# xtreme or element?



## commander 318 (Feb 13, 2011)

that depends on whether you want a solo cam or a hybrid cam system. id buy the matthews cause its good and its cheaper. dont listen to me though get some more people to talk. i a bowtech fan myself.


----------



## ronjuan (Mar 1, 2011)

*Both are nice !*

Purchased a Hoyt Carbon Element, then two weeks later I won a Mathews Z7 Extreme which I am giving to my best friend. Both bows are sweet!!!


----------



## LCA (Apr 20, 2009)

Shot them both, got a element.... just liked it better.


----------



## cowdocdvm (Apr 24, 2011)

i will make this real easy for ya....buy both like me:shade: In all seriousness they are both awesome bows.
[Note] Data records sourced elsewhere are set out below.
using System.Globalization;
using System.Text;
using System.Text.Json;
using WaterMix.Core.Quantities;
using WaterMix.Core.Samples;
using WaterMix.Formats.Matching;
using WaterMix.Formats.Reading;

namespace WaterMix.Formats.Tests.Reading;

public class BlockTests
{
    [Theory]
    [InlineData(1)]
    [InlineData(1_024)]
    [InlineData(1_025)]
    [InlineData(65_536)]
    [InlineData(65_537)]
    [InlineData(140_000)]
    public void ReadBlocks_LongFile_ComesInBlocksWithRunningRows(int rows)
    {
        var text = new StringBuilder("station,sample,oxygen\n");
        for (int i = 0; i < rows; i++)
        {
            text.Append(CultureInfo.InvariantCulture, $"s{i / 24},{i},{i}.5\n");
        }

        long row = 0;
        using OpenedSamples opened = SampleReader.Open([ReadingHelp.File("a.csv", text.ToString())], new ReadingOptions());
        foreach (SampleBlock block in opened.ReadBlocks(TestContext.Current.CancellationToken))
        {
            Assert.Equal((row + 1, row + 1), (block.FirstRow, block.FirstFileRow));
            Assert.InRange(block.Table.RowCount, 1, SampleBlock.MostRows);
            SampleColumn oxygen = block.Table.Find(Quantity.Oxygen)!;
            for (int i = 0; i < block.Table.RowCount; i++, row++)
            {
                Assert.Equal(row + 0.5, oxygen.Values[i]);
                Assert.Equal(string.Create(CultureInfo.InvariantCulture, $"s{row / 24}"), block.Table.Identity[0][i]);
                Assert.Equal(row.ToString(CultureInfo.InvariantCulture), block.Table.Identity[1][i]);
            }
        }

        Assert.Equal(rows, row);
    }

    [Fact]
    public void ReadBlocks_Twice_GivesTheSameAndCountsOnce()
    {
        using OpenedSamples opened = SampleReader.Open([ReadingHelp.File("a.csv", "station,oxygen\n1,n.d.\n2,201\n")], new ReadingOptions());

        SampleTable first = ReadingHelp.ReadAll(opened).Blocks[0].Table;
        (List<SampleBlock> second, ImportReport report, _) = ReadingHelp.ReadAll(opened);

        ReadingHelp.AssertSame(first, second[0].Table);
        Assert.Equal((2L, 1L), (report.Rows, Assert.Single(report.Findings).Count));
    }

    [Fact]
    public void ReadBlocks_FilesWithDifferentColumns_HaveTheUnion()
    {
        InputFile a = ReadingHelp.File("a.csv", "station,oxygen,oxygen_flag\n1,200,2\n");
        InputFile b = ReadingHelp.File("b.csv", "cast,nitrate,barium\n1,20,45\n");

        (List<SampleBlock> blocks, _, OpenedSamples opened) = ReadingHelp.ReadAll(SampleReader.Open([a, b], new ReadingOptions()));

        Assert.Equal(["oxygen", "nitrate", "barium"], opened.Schema.Columns.Select(c => c.Id));
        Assert.Equal(["station", "cast"], blocks[1].Table.Identity.Select(i => i.Id));
        Assert.Equal(("", "1"), (blocks[1].Table.Identity[0][0], blocks[1].Table.Identity[1][0]));
        Assert.True(double.IsNaN(blocks[1].Table.Find("oxygen")!.Values[0]));
        Assert.Equal(0, blocks[1].Table.Find("oxygen")!.FlagAt(0));
        Assert.Equal([200, double.NaN, double.NaN], blocks[0].Table.Columns.Select(c => c.Values[0]));
    }

    [Fact]
    public void Open_FurtherTracerInTwoUnits_IsAnError()
    {
        InputFile a = ReadingHelp.File("a.csv", "station,barium [nmol/kg]\n1,45\n");
        InputFile b = ReadingHelp.File("b.csv", "station,barium [umol/kg]\n1,0.045\n");

        using OpenedSamples opened = SampleReader.Open([a, b], new ReadingOptions());

        Assert.Equal("umol/kg", ReadingHelp.Error(opened.Findings).Found);
    }

    [Fact]
    public void ReadBlocks_Cancelled_Stops()
    {
        using var source = new CancellationTokenSource();
        using OpenedSamples opened = SampleReader.Open([ReadingHelp.File("a.csv", "station,oxygen\n1,2\n")], new ReadingOptions());
        source.Cancel();

        Assert.Throws<OperationCanceledException>(() => opened.ReadBlocks(source.Token).ToList());
    }

    [Theory]
    [InlineData("station,oxygen\r\n1,200\r\n2,201\r\n")]
    [InlineData("\uFEFFstation,oxygen\n1,200\n2,201\n")]
    [InlineData("\uFEFFBOTTLE,20000101TEST\r\nSTNNBR,OXYGEN\r\n,UMOL/KG\r\n1,200\r\n2,201\r\nEND_DATA\r\n")]
    [InlineData("# a comment, with \"quotes\n\n  station , oxygen \n1, 200 \n# another\n 2 ,201,,\n\n")]
    [InlineData("station,oxygen,\n1,200,\n2,201,\n")]
    [InlineData("\"station\",\"oxygen\"\n\"1\",\"200\"\n\"2\",201\n")]
    [InlineData("station,latitude,oxygen\n,degrees_north,umol/kg\n1,,200\n2,,201")]
    public void ReadBlocks_WaysToWriteTheSameTable_AreOne(string text)
    {
        SampleTable table = ReadingHelp.Table(text);

        Assert.Equal([200, 201], table.Find(Quantity.Oxygen)!.Values.ToArray());
        Assert.Equal(["1", "2"], [table.Identity[0][0], table.Identity[0][1]]);
    }

    [Fact]
    public void ReadBlocks_StationNamesAsText_KeepLettersAndZeros()
    {
        SampleTable table = ReadingHelp.Table("station,oxygen\n007b,1\n\"St. 5, north\",1\nÅ,1\n");

        Assert.Equal(["007b", "St. 5, north", "Å"], [table.Identity[0][0], table.Identity[0][1], table.Identity[0][2]]);
    }

    [Fact]
    public void Report_Column_SaysWhereItCameFromAndWhatWasMadeOfIt()
    {
        using OpenedSamples opened = SampleReader.Open(
            [ReadingHelp.File("a.csv", "station,T [IPTS-68],temp [IPTS-68],oxygen,oxygen_flag\n1,3,10,200,2\n2,3,-999,201,4\n")], new ReadingOptions());
        (_, ImportReport report, _) = ReadingHelp.ReadAll(opened);

        ImportedColumn temperature = report.Columns.Single(c => c.Id == "in_situ_temperature");
        ImportedColumn oxygen = report.Columns.Single(c => c.Id == "oxygen");
        Assert.Equal(("temp [IPTS-68]", "name", "T90 = T68 / 1.00024", 1L, 1L), (temperature.Source, temperature.MatchedBy, temperature.Conversion, temperature.Values, temperature.Missing));
        Assert.Equal((2L, 1L, 1L), (oxygen.Values, oxygen.Usable, oxygen.Flags[4]));
        Assert.Contains("in_situ_temperature [degC] from temp [IPTS-68] (name): 1 values, 1 missing; T90 = T68 / 1.00024", report.ToText(), StringComparison.Ordinal);
        Assert.Equal(MatchedBy.Name, opened.Match.Columns[2].By);
    }

    [Fact]
    public void Report_ColumnsThatWereNotRead_AreNamed()
    {
        using OpenedSamples opened = SampleReader.Open(
            [ReadingHelp.File("a.csv", "EXPOCODE,STNNBR,SAMPNO,BTLNBR,OXYGEN,nitrate_kind\nX,1,1,a3,200,NO2+NO3\n")], new ReadingOptions());

        Assert.Equal(["BTLNBR", "nitrate_kind"], ReadingHelp.ReadAll(opened).Report.LeftOut);
    }

    [Fact]
    public void Report_AsJson_HasItsParts()
    {
        using OpenedSamples opened = SampleReader.Open([ReadingHelp.File("a.csv", "station,oxygen,oxygen_flag\n1,200,2\n")], new ReadingOptions());

        using JsonDocument json = JsonDocument.Parse(JsonSerializer.Serialize(ReadingHelp.ReadAll(opened).Report, JsonSerializerOptions.Web));

        Assert.Equal("csv", json.RootElement.GetProperty("files")[0].GetProperty("format").GetString());
        Assert.Equal(1, json.RootElement.GetProperty("columns")[0].GetProperty("flags").GetProperty("2").GetInt64());
    }
}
I got an element earlier this year and then shortly after sold my z7. I just missed the "z" platform so much I picked up an extreme yesterday. The element is light, well balnced, a great shooter and has as advertised speed ratings. Negatives....the finish has a little to be desired but i understand carbon can be fickle to paint and the price tag is steep. Obviously I thought it was worth it, I bought one. The xtreme is a great all around hunting bow. Its a heck of a shooter especially for how short it is. Im glad I have both


----------